* **WHAT YOU SHOULD DO**: Copy each line below that has "crate".

* **SUPPLIED RECORDS**:
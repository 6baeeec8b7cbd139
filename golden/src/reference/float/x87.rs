//! `float.x87` on the integer-only extended format.

use kernels::Case;

use crate::reference::chacha::Stream;
use crate::softfloat::extended::{Control, Extended};
use crate::softfloat::{Format, Round};

const PAIRS: usize = 8;

/// The first 128 bits of each constant that is not exact, cut; leading bit first, and the exponent of that.
/// π, log₂e, log₂10, log₁₀2, ln 2: by MPFR, as are the witness's.
const CONSTANTS: [(u128, i32); 5] = [
    (0xc90f_daa2_2168_c234_c4c6_628b_80dc_1cd1, 1),
    (0xb8aa_3b29_5c17_f0bb_be87_fed0_691d_3e88, 0),
    (0xd49a_784b_cd1b_8afe_492b_f6ff_4daf_db4c, 1),
    (0x9a20_9a84_fbcf_f798_8f89_59ac_0b7c_9178, -2),
    (0xb172_17f7_d1cf_79ab_c9e3_b398_03f2_f6af, -1),
];

struct Pair {
    a: Extended,
    b: Extended,
    /// With integer parts of 16, 32 and 64 bits.
    n: [Extended; 3],
    long: i64,
    int: i64,
    short: i64,
    scale: i64,
    single: u64,
    double: u64,
}

/// The significand with its leading one, and in one of four a tie of 24 or of 53 bits.
fn significand(word: u64, choice: u64) -> u64 {
    let all = word | 1 << 63;
    match choice % 4 {
        0 => all >> 11 << 11 | 1 << 10,
        1 => all >> 40 << 40 | 1 << 39,
        _ => all,
    }
}

fn draw(stream: &mut Stream, wide: bool) -> Pair {
    let [am, bm, e, long, ints, single, double, nm, ne] = std::array::from_fn(|_| stream.word());
    let near = (e % 41) as i32 - 20;
    let exponent = if wide { (e % 14001) as i32 - 7000 } else { near };
    let below = (e >> 16 & 63) as i32;
    let below = if wide { below.min(62) } else { below % 8 };
    let a = Extended { negative: e >> 63 == 1, exponent, significand: significand(am, e >> 32) };
    let b = Extended { negative: e >> 62 & 1 == 1, exponent: exponent - below, significand: significand(bm, e >> 34) };
    let n = [(16u64, 0), (32, 8), (64, 16)].map(|(span, shift)| {
        let exponent = ((ne >> shift) % span) as i32 - 2;
        let all = nm | 1 << 63;
        let cut = 62 - exponent;
        let significand = if ne >> 40 & 3 == 0 && (1..63).contains(&cut) { (all >> cut | 1) << cut } else { all };
        Extended { negative: ne >> (48 + shift / 8) & 1 == 1, exponent, significand }
    });
    Pair {
        a,
        b,
        n,
        long: long as i64,
        int: i64::from(ints as i32),
        short: i64::from((ints >> 32) as i16 | 1),
        scale: ((ints >> 48) % 2001) as i64 - 1000,
        single: single & 0x807f_ffff | (120 + (single >> 23 & 15)) << 23,
        double: double & 0x800f_ffff_ffff_ffff | (1015 + (double >> 52 & 15)) << 52,
    }
}

fn constant(i: usize, r: Round) -> Extended {
    let (digits, exponent) = CONSTANTS[i];
    let (high, low) = ((digits >> 64) as u64, digits as u64);
    // none of them is near a carry out of 64 bits, or near a tie
    let up = match r {
        Round::NearestEven => low >> 63 == 1,
        Round::Up => true,
        Round::Down | Round::TowardZero => false,
    };
    Extended { negative: false, exponent, significand: high + u64::from(up) }
}

/// All results of a pair under one control word, in the kernel's order.
fn results(p: &Pair, c: Control) -> Vec<[u64; 2]> {
    let (a, b, r) = (p.a, p.b, c.round);
    let one = |x: u64| [x, 0];
    let single = Extended::from_bits(Format::F32, p.single);
    let double = Extended::from_bits(Format::F64, p.double);
    let size = Extended { negative: false, ..a };
    let scaled = Extended { exponent: a.exponent + p.scale as i32, ..a };
    let (rest, quotient) = a.remainder(b);
    // C0, C3, C1 are the quotient's bits 2, 1, 0; status bits 8, 14, 9
    let partial = (quotient >> 2 & 1) << 8 | (quotient >> 1 & 1) << 14 | (quotient & 1) << 9;
    let (less, same) = (a.less(b), a == b);
    let compared = u64::from(less) << 8 | u64::from(same) << 14;
    let flags = u64::from(less) | u64::from(same) << 8;
    let choose = |taken: bool| if taken { b } else { a }.words();
    let mut all = vec![
        a.add(b, c).words(),
        a.add(b.negate(), c).words(),
        b.add(a.negate(), c).words(),
        a.mul(b, c).words(),
        a.div(b, c).words(),
        b.div(a, c).words(),
        size.sqrt(c).words(),
        a.negate().words(),
        a.integral(r).words(),
        scaled.words(),
        Extended { exponent: 0, ..a }.words(),
        Extended::from_integer(a.exponent.into()).words(),
        rest.words(),
        one(partial),
        one(compared),
        one(flags | flags << 32),
        choose(less),
        choose(!less),
        choose(less || same),
        choose(!(less || same)),
        choose(same),
        choose(!same),
        choose(false),
        choose(true),
        b.add(a.negate(), c).words(),
        a.add(single, c).words(),
        a.mul(double, c).words(),
        if p.int == 0 { a.mul(Extended::from_integer(1), c) } else { a.add(Extended::from_integer(p.int), c) }.words(),
        a.div(Extended::from_integer(p.short), c).words(),
        one(a.to_bits(Format::F32, r)),
        one(a.to_bits(Format::F64, r)),
    ];
    for direction in [r, Round::TowardZero] {
        for (n, bits) in p.n.iter().zip([16, 32, 64]) {
            all.push(one(n.to_integer(direction) as u64 & (u64::MAX >> (64 - bits))));
        }
    }
    all.extend([p.short, p.int, p.long].map(|v| Extended::from_integer(v).words()));
    all.push(Extended::from_integer(1).words());
    all.extend((0..5).map(|i| constant(i, r).words()));
    all.push(Extended::zero(false).words());
    all.push(single.words());
    all.push(double.words());
    all
}

/// For each result s and t over all control words and pairs.
pub fn words(case: &Case) -> Vec<u64> {
    let mut stream = Stream::new(case);
    let pairs: Vec<Pair> = (0..PAIRS).map(|_| draw(&mut stream, case.seed.0 % 2 == 1)).collect();
    let mut columns: Vec<Vec<u64>> = Vec::new();
    for round in [Round::NearestEven, Round::Down, Round::Up, Round::TowardZero] {
        for bits in [24, 53, 64] {
            for pair in &pairs {
                let results = results(pair, Control { round, bits });
                columns.resize(results.len(), Vec::new());
                for (column, words) in columns.iter_mut().zip(results) {
                    column.extend(words);
                }
            }
        }
    }
    let sums = |column: &Vec<u64>| {
        let mut both = [0u64; 2];
        for word in column {
            both[0] = both[0].wrapping_add(*word);
            both[1] = both[1].wrapping_add(both[0]);
        }
        both
    };
    columns.iter().flat_map(sums).collect()
}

* **SOLUTION BELOW**:
use crate::reference::chacha::Stream;
use crate::softfloat::extended::{Control, Extended};
use crate::softfloat::{Format, Round};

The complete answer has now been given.